If your webhost has PHP with GD installed, this may be of use: http://shiftingpixel.com/2008/03/03/smart-image-resizer/

It meets your requirements, but I'm not sure that it does what you want. It would allow you to post your photos on other sites with possible resizing / cropping controlled by the URL, but that's about it.

Example:
Original image: http://shiftingpixel.com/wp-content/uploads/2008/03/coffee-bean.jpg
Resized image via URL: http://shiftingpixel.com/slir/w400-h400/wp-content/uploads/2008/03/coffee-bean.jpg


----------



## yuri (Jul 14, 2008)

Josh,
thanks for reference to the script, looks really good for on-fly image resizing and will fit my needs.
I still need to find image management system, though. Josh, BTW, how is your workbench coming?


----------



## crossgrainww (Feb 19, 2010)

The workbench is coming along slowly. Many other things taking up my time. I have made enough progress and have photos to make another blog entry, but I haven't gotten around to writing it yet. Hopefully, I'll get to it soon.


----------



## yuri (Jul 14, 2008)

cr1,
I agree with you, that is why I bought my own hosting.
I am not looking for free image hosting, I am trying to pick up web based image management software to run on my site.


----------



## yuri (Jul 14, 2008)

It's dreamhost.com


----------



## WayneC (Mar 8, 2007)

Flickr is great.
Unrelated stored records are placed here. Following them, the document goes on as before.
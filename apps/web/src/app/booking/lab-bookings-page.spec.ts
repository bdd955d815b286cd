import { provideHttpClient } from '@angular/common/http';
import { HttpTestingController, provideHttpClientTesting } from '@angular/common/http/testing';
import { TestbedHarnessEnvironment } from '@angular/cdk/testing/testbed';
import { TestBed } from '@angular/core/testing';
import { MatSelectHarness } from '@angular/material/select/testing';
import { provideRouter } from '@angular/router';
import type { Booking, UserSummary } from '@tunnelwright/contracts';
import { LabBookingsPage } from './lab-bookings-page';

const labId = '1d2c3b4a-5f6e-4d7c-8b9a-0f1e2d3c4b5a';

function technician(index: number, name: string): UserSummary {
  return {
    id: `00000000-0000-4000-8000-${String(index).padStart(12, '0')}`,
    email: `tech${index}@example.test`,
    name,
    role: 'technician',
    organisationId: labId,
    organisationName: 'Brightwater Aero Lab',
    active: true,
    activated: true,
    createdAt: '2026-01-15T09:00:00.000Z',
  };
}

const confirmed: Booking = {
  id: '9e8d7c6b-5a4f-4e3d-8c2b-1a0f9e8d7c6b',
  organisationId: '2a3b4c5d-6e7f-4a8b-9c0d-1e2f3a4b5c6d',
  organisationName: 'Northfield Models',
  tunnelId: '3f1c2b4a-5d6e-4f70-8a9b-0c1d2e3f4a5b',
  tunnelName: 'Low-speed circuit',
  serviceId: null,
  requestedBy: { id: '4b5c6d7e-8f90-4a1b-8c2d-3e4f5a6b7c8d', name: 'Ida Marsh' },
  period: { start: '2030-10-07T08:00:00.000Z', end: '2030-10-07T16:00:00.000Z', hours: 8 },
  state: 'confirmed',
  holdExpiresAt: null,
  technician: null,
  testPlan: { speeds: [20], yawRange: null, configurations: [] },
  articles: [{ name: 'Hatchback model, 1:4', description: '', referenceAreaKind: 'frontal' }],
  note: '',
  declineReason: null,
  counterProposal: null,
  cancellation: null,
  quote: null,
  attachments: [],
  testId: null,
  timeZone: 'Europe/London',
  createdAt: '2030-09-01T09:00:00.000Z',
  updatedAt: '2030-09-01T09:00:00.000Z',
};

describe('LabBookingsPage', () => {
  it('asks the API for active technicians only and offers exactly those in the picker', async () => {
    TestBed.configureTestingModule({
      imports: [LabBookingsPage],
      providers: [provideHttpClient(), provideHttpClientTesting(), provideRouter([])],
    });
    const fixture = TestBed.createComponent(LabBookingsPage);
    fixture.detectChanges();
    const backend = TestBed.inject(HttpTestingController);
    backend.expectOne('/api/bookings').flush([confirmed]);
    backend.expectOne((request) => request.url === '/api/services').flush([]);
    const users = backend.expectOne((request) => request.url === '/api/users');
    expect(users.request.params.get('role')).toBe('technician');
    expect(users.request.params.get('active')).toBe('true');
    users.flush({ items: [technician(1, 'Rhea Calder'), technician(2, 'Tobias Wren')], total: 2 });
    await fixture.whenStable();

    const picker = await TestbedHarnessEnvironment.loader(fixture).getHarness(MatSelectHarness);
    await picker.open();
    const options = await Promise.all((await picker.getOptions()).map((option) => option.getText()));
    expect(options).toEqual(['Nobody yet', 'Rhea Calder', 'Tobias Wren']);
  });
});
I have a pro account…. You might want to try out the features in a free account.


----------



## superstretch (Jan 10, 2011)

I used to run zenphoto on a previous VPS, but it was way more than I needed. I opted for Flickr pro for a couple years, but $25/year was too much (relatively) compared to what I run now-I'm a bit of a Google junkie and have used Picasa as my photo software at home.. It made sense to start using picasaweb and I bought +20GB for $5/year. It's not quite as social as Flickr, but I don't need people trolling my pictures.. just seeing them linked to from other sites


----------